Born and raised in Yaoundé, Cameroon, Just Wôan first drew the world before he sang it. As a curious child, he observed everything: faces, markets, the golden dust of late afternoons. That attentive eye for detail found its way onto paper with a precision that already impressed his teachers. In adolescence, he won several drawing awards, culminating in an invitation—at just fifteen years old—to the first edition of the Yaoundé Caricature Festival, alongside the legendary Jean Plantu, cartoonist for Le Monde. Years later, in a twist of fate, he met Plantu again in Paris during a radio program where both were guests. The master asked him, “Do you still draw?” To which Just Wôan replied with a smile, “I simply traded my pencil for a guitar.” In that touch of humor lies the story of a creator in constant transformation.
A self-taught multi-instrumentalist, Just Wôan has established himself as one of the most distinctive musicians of his generation. Though born in Yaoundé, it is from the small village of Bafia—his maternal homeland—that comes the language he now carries onto the world’s greatest stages. In a striking irony, he is today the only artist in the world singing in the Bafia language on the most prestigious jazz stages across the globe.
Since the release of his first album, Des Reines, in 2011—praised by Cameroonian critics for its freshness, harmonic boldness, and the sincerity of its writing—Just Wôan has continually expanded his artistic horizons. Where others confine themselves to a single style, he has made curiosity his aesthetic. Each project is an exploration, an effort to broaden the contours of African music without ever betraying its roots.
His voice, remarkable in range, unfolds as an instrument in its own right: deep, supple, and embodied, capable of carrying both the intimacy of an acoustic ballad and the power of a polyrhythmic chorus. It moves from velvety lows to crystalline highs with near-instinctive ease, as if his breath itself carried the memory of multiple continents.
Just Wôan


His seven albums form a sonic cartography in which Bantu rhythms intersect with Afro-Cuban pulses, jazz harmonies, soul colors, and contemporary urban textures. Throughout, one hears the same signature: an art of fusion that never seeks effect for its own sake, but emotion—a subtle dialogue between tradition and modernity, the sacred and the secular, Africa and the world.
An insatiable artist, Just Wôan explores, assembles, and transcends rhythms with the precision of a goldsmith. He does not juxtapose influences; he sculpts them, polishes them, and melts them into a sonic material that is uniquely his own. This rigor and freedom have made him one of the most respected musicians on the Montreal scene.
In 2017, he founded his own label in Montreal, Productions Miss-Meuré, conceived as a laboratory for creation and transmission. Over the years, the label has become a true artistic incubator, discovering and supporting dozens of emerging artists from the new Montreal generation. As a producer, arranger, and composer, Just Wôan has signed and produced numerous albums, each bearing his hallmark: a balance between musical rigor and openness to the world.

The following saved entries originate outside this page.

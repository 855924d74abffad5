// Stochastic projection of many replicate futures, run in chunks.
//
// Units. Time is counted in projection intervals ("years" below: the
// interval of the life cycle's matrices); abundances are in the units of the
// initial vector (individuals). Year 0 is the initial vector; the projection
// from year t to t + 1 uses the environment of year t.
//
// Environmental stochasticity comes from the model: a set of matrices drawn
// independently each year with fixed weights, a Markov chain of environment
// states (one matrix set per state), or a caller's sampler that writes a
// fresh A (and U, F) each year — the core holds no vital-rate formulas.
// Demographic stochasticity (optional, for small populations) replaces
// n' = A n by integer draws: the individuals of stage j are distributed over
// their fates (move to stage i with probability u_ij, die with 1 − Σ_i u_ij)
// by a multinomial drawn as successive binomials, and stage i receives
// Poisson(Σ_j f_ij n_j) newborns.
//
// Chunks. A Run is split into chunks of consecutive replicates. The random
// stream of a chunk depends only on (seed, chunkIndex), and mergeChunks
// combines the partial results in chunk order, so the final result is the
// same however the chunks were scheduled, retried or distributed over
// workers. The chunk plan is part of the input: the same seed with a
// different plan gives a different (statistically equivalent) result.
//
// Memory stays flat: per chunk, counters of first passage by year, running
// moments of abundance by year, and a fixed logarithmic histogram of final
// abundance — never a trajectory per replicate.
//
// Stochastic growth rate by simulation (Tuljapurkar 1990, Population Dynamics
// in Variable Environments, ch. 4; Caswell 2001, §14.3):
// log λs = lim (1/T) Σ log(‖A_t x_t‖₁/‖x_t‖₁), x renormalised each step. The
// sum telescopes to log(‖A_{T−1}⋯A_B x_B‖₁/‖x_B‖₁), so each replicate gives
// one estimate over years B..T (B = burn-in) with a single logarithm at each
// end, not one per year. Replicates are independent, so each one is a batch
// of the batch-means method and the CI is mean ± 1.96·SD/√replicates. The
// sequence x is the environment-only product A_t⋯A_0 n_0 (neither ceiling nor
// demographic noise enter it): the abundance vector itself when neither is
// on, a separate vector otherwise.
//
// Speed. For matrix sets without demographic noise or ceiling, the products
// A_{k_m}⋯A_{k_1} of every sequence of up to MAX_BLOCK yearly choices are
// tabulated (while the table fits BLOCK_TABLE_LIMIT) and a block of years is
// applied as one dense product; the totals of the years inside a block come
// from the column sums of the partial products (n multiply-adds each). For
// 10×10 matrices this cuts the multiply-adds per year about threefold. It
// changes rounding only: the same sequence of matrices gives the same result
// to about 1e-15 relative.
//
// Tuljapurkar's small-noise approximation (Tuljapurkar 1982, Theor. Popul.
// Biol. 21:141) for independent years:
// log λs ≈ log λ̄ − τ²/(2λ̄²), τ² = Σ Cov(a_ij, a_kl) s_ij s_kl at the mean
// matrix Ā; τ² equals the variance of Σ_ij s_ij a_ij, which is how it is computed.
import { analyzeMatrix } from "./analyze";
import { MatrixInputError, MAX_PROJECTION_STEPS } from "./input";
import { createRandom, type Random } from "./random";
import { wilsonInterval, Z95 } from "../stats/normal";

Beyond success, however, remains an intimate—almost spiritual—quest: to build bridges between cultures, to demonstrate that music, when sincere, belongs to no territory except that of the human heart.

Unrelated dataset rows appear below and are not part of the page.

import { and, desc, eq, sql } from "drizzle-orm";
import { faultPoint } from "../testing/fault-point";
import { upgradeLifeCycle } from "../../shared/lifecycle";
import type { LifeCycleRecord, Snapshot, SnapshotSummary } from "../../shared/schemas/life-cycles";
import type { Db, DbOrTx } from "../db/client";
import { lifeCycles, snapshots, users } from "../db/schema";
import { notFound } from "../http/errors";
import { recordEvent } from "./audit";
import { getLifeCycle, saveDocument } from "./life-cycles";

type Row = typeof snapshots.$inferSelect & { authorName: string | null };

const summary = (r: Row): SnapshotSummary => ({
  id: r.id,
  lifeCycleId: r.lifeCycleId,
  number: r.number,
  message: r.message,
  authorName: r.authorName,
  createdAt: r.createdAt.toISOString(),
  lifeCycleVersion: r.lifeCycleVersion,
});

const selectRows = (db: DbOrTx) =>
  db.select({ s: snapshots, authorName: users.name }).from(snapshots).leftJoin(users, eq(users.id, snapshots.authorId));

/** The life cycle a snapshot belongs to (for the role check), or null. */
export async function lifeCycleOfSnapshot(db: Db, snapshotId: string): Promise<string | null> {
  const [r] = await db.select({ id: snapshots.lifeCycleId }).from(snapshots).where(eq(snapshots.id, snapshotId));
  return r?.id ?? null;
}

export async function listSnapshots(db: Db, lifeCycleId: string): Promise<SnapshotSummary[]> {
  const rows = await selectRows(db).where(eq(snapshots.lifeCycleId, lifeCycleId)).orderBy(desc(snapshots.number));
  return rows.map((r) => summary({ ...r.s, authorName: r.authorName }));
}

export async function getSnapshot(db: DbOrTx, snapshotId: string): Promise<Snapshot> {
  const [r] = await selectRows(db).where(eq(snapshots.id, snapshotId));
  if (!r) throw notFound("No such snapshot.");
  // Snapshots are immutable; older formats are upgraded as they are read.
  return { ...summary({ ...r.s, authorName: r.authorName }), document: upgradeLifeCycle(r.s.document) };
}

/** Stores the life cycle's current state as a new, numbered snapshot (in the caller's transaction). */
export async function takeSnapshot(tx: DbOrTx, lifeCycleId: string, userId: string, message: string): Promise<Snapshot> {
  // Lock the life cycle row so two snapshots cannot take the same number.
  const [lc] = await tx.select().from(lifeCycles).where(eq(lifeCycles.id, lifeCycleId)).for("update");
  if (!lc) throw notFound("No such life cycle.");
  const [{ next }] = (await tx
    .select({ next: sql<number>`coalesce(max(${snapshots.number}), 0) + 1` })
    .from(snapshots)
    .where(eq(snapshots.lifeCycleId, lifeCycleId))) as [{ next: number }];
  const [row] = await tx
    .insert(snapshots)
    .values({ lifeCycleId, number: next, message, document: lc.document, schemaVersion: lc.schemaVersion, lifeCycleVersion: lc.version, authorId: userId })
    .returning();
  await recordEvent(tx, { studyId: lc.studyId, actorId: userId, action: "snapshot.created", summary: `took snapshot #${next} of “${lc.name}”: ${message}`, details: { lifeCycleId, snapshotId: row!.id } });
  return getSnapshot(tx, row!.id);
}

export async function createSnapshot(db: Db, lifeCycleId: string, userId: string, message: string): Promise<Snapshot> {
  return db.transaction((tx) => takeSnapshot(tx, lifeCycleId, userId, message));
}

/**
 * Makes a snapshot's document the current state (if nobody saved since
 * `version`), then records that state as a new snapshot: history only grows.
 */
export async function restoreSnapshot(db: Db, lifeCycleId: string, snapshotId: string, userId: string, version: number): Promise<{ lifeCycle: LifeCycleRecord; snapshot: Snapshot }> {
  return db.transaction(async (tx) => {
    const [snap] = await tx.select().from(snapshots).where(and(eq(snapshots.id, snapshotId), eq(snapshots.lifeCycleId, lifeCycleId)));
    if (!snap) throw notFound("No such snapshot of this life cycle.");
    await saveDocument(tx, lifeCycleId, userId, version, upgradeLifeCycle(snap.document), `restored snapshot #${snap.number}`);
    await faultPoint("snapshot-restore:mid-transaction");
    const snapshot = await takeSnapshot(tx, lifeCycleId, userId, `Restored snapshot #${snap.number} (${snap.message})`);
    return { lifeCycle: await getLifeCycle(tx, lifeCycleId), snapshot };
  });
}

It is with Bantü Salsa, the collective he founded in Montreal in 2020, that Just Wôan has emerged as an essential voice on the global stage. The idea was simple: to unite the rhythms of his Bantu roots with the fevered cadence of Afro-Caribbean music, creating a sound that crosses borders as much as it celebrates them. Very quickly, Bantü Salsa became more than a project—it became a movement.
On stage, everything seems to converse: the drums call, the horns respond, the voices rise, intertwine, and overlap. At the heart of this alchemy, Just Wôan directs, sings, and drives the pulse. He imposes nothing; he channels energy, with the rare elegance of artists who understand that virtuosity only matters when it serves joy. His bass—whether four or five strings—does more than accompany; it narrates. It is the guiding thread, the rhythmic signature linking continents.
Since its creation, Bantü Salsa has toured the globe, performing at some of the most prestigious jazz festivals: Montreux, Breda, New York, Toronto, Markham, Milton, and even the legendary Blue Note clubs in Beijing and Tokyo. Everywhere, the same exhilaration: incandescent groove, musical sophistication wrapped in humanity. Critics speak of a “quiet revolution,” of a “new urban Africa” carried by an artist who refuses labels.
When asked whether he has become a bassist, he smiles: “I am only a self-taught singer.” Yet behind that modesty lies the stature of a true bandleader, a cultural bridge-builder who, like Manu Dibango, Hugh Masekela, or Richard Bona, turns music into a space of freedom and encounter.
With Bantü Salsa, Just Wôan does not merely play notes—he draws a world.